From Hacky Scripts to Professional Code: A Guide to Crafting High-Quality Python Projects
Transform Your Python Scripts into Clean, Robust, and Shareable Projects
Introduction:
Imagine it’s late at night and you’re working on a python script that just has to work. It started off as a simple idea, just automate this one thing, scrape this piece of data and you’re done! As you intuitivly add more features, a few extra lines turns into a hundred and before you know it the script has grown into an unmanagable mess ! A tangled mess of dependencies, random formating and a small change that risks to break everything else.
Sound familiar?
This senario plays out for developpers accros the world, whether they’re just starting out with Python or juggling multiple projects that envolved without proper structure. Thus the need to start out your project right to create something maintainable, sharable and scalable that others could easily work on !
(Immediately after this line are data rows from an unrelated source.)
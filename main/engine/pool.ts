import { availableParallelism } from "node:os";
import { Piscina } from "piscina";
import { Fault, type FaultData } from "../../core/model/errors";
import type { Job } from "./job";
import { findPlaces } from "./process/places";
import type { TaskArguments, TaskName, TaskResult } from "./tasks";

/** What a worker answers: errors travel as data. */
export type WorkerAnswer = { readonly value: unknown } | { readonly fault: FaultData };

/** Threads that run the engine's tasks over shared memory, so that the engine's own thread stays free to answer. */
export class WorkerPool {
  readonly size: number;
  readonly #threads: Piscina;

  constructor(size = Math.max(1, Math.min(8, availableParallelism()))) {
    this.size = size;
    this.#threads = new Piscina({
      filename: findPlaces(import.meta.url).workerEntry,
      minThreads: size,
      maxThreads: size,
      idleTimeout: Number.POSITIVE_INFINITY,
    });
  }

  async run<N extends TaskName>(task: N, args: TaskArguments<N>, job: Job): Promise<TaskResult<N>> {
    job.throwIfCancelled();
    const answer = (await this.#threads.run({ task, args, flags: job.flags })) as WorkerAnswer;
    if ("fault" in answer) throw new Fault(answer.fault);
    return answer.value as TaskResult<N>;
  }

  /** Runs one task a range, ranges sharing 0 … count about evenly; results in order. */
  async share<N extends TaskName>(
    task: N,
    count: number,
    args: (range: readonly [from: number, to: number]) => TaskArguments<N>,
    job: Job,
    pieces = this.size * 4,
  ): Promise<TaskResult<N>[]> {
    const size = Math.max(1, Math.ceil(count / pieces));
    const ranges: [number, number][] = [];
    for (let from = 0; from < count; from += size) ranges.push([from, Math.min(count, from + size)]);
    const settled = await Promise.allSettled(ranges.map((range) => this.run(task, args(range), job)));
    for (const outcome of settled) if (outcome.status === "rejected") throw outcome.reason;
    return settled.map((outcome) => (outcome as PromiseFulfilledResult<TaskResult<N>>).value);
  }

  async close(): Promise<void> {
    await this.#threads.destroy();
  }
}
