import { countPersistence, type Persistence } from "../../../core/jets/persistence";
import type { JobFlags } from "../job";
import { noSign } from "./scale-signs";

/** Persistence of a range of cells from planes of signs, `signs[i * cells + cell]`. */
export function scalePersistenceTask(
  args: {
    readonly signs: Int8Array;
    readonly cells: number;
    readonly range: readonly [number, number];
    readonly stepDays: number;
    readonly bridgedDates: number;
  },
  job: JobFlags,
): Persistence {
  const [from, to] = args.range;
  const count = countPersistence(to - from, args.stepDays, args.bridgedDates);
  const plane = new Float64Array(to - from);
  for (let start = from; start < args.signs.length; start += args.cells) {
    job.poll();
    for (let i = 0; i < plane.length; i++) {
      const sign = args.signs[start + i];
      plane[i] = sign === noSign ? Number.NaN : sign;
    }
    count.add(plane);
  }
  return count.result();
}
In this article, we’re going to explore how a few key tools and approaches can elevate your Python projects to a professional standard: automatic code formatting with Black, code linting to ensure quality, dependency management using Poetry, and the power of Makefiles to simplify everyday tasks.
How to Make the Best Use of This Article 📋
This of this article as checklist for improving your Python projects, covering everything from dependency management to automated testing.
The article provides external ressources to dive deeper into each tool or topic.
What It Is:
- A practical guide for leveling up your Python projects.
- A starting point for tools that streamline development.
What It’s Not:
- A deep dive into each tool’s advanced features.
- A one-size-fits-all solution you don’t need every tool! please adapt it to your needs!
Dependency Management Made Easy with Poetry 🛠️
If you’ve ever worked with pip
and requirements.txt
, you've likely run into issues like version conflicts, missing packages, or struggles to replicate environments. Poetry solves these problems by maintaining a single source of truth for your project’s dependencies using the pyproject.toml
file, making it easier to:
- Install dependencies consistently across machines.
- Manage both development and production dependencies.
- Keep your project reproducible by pinning exact versions.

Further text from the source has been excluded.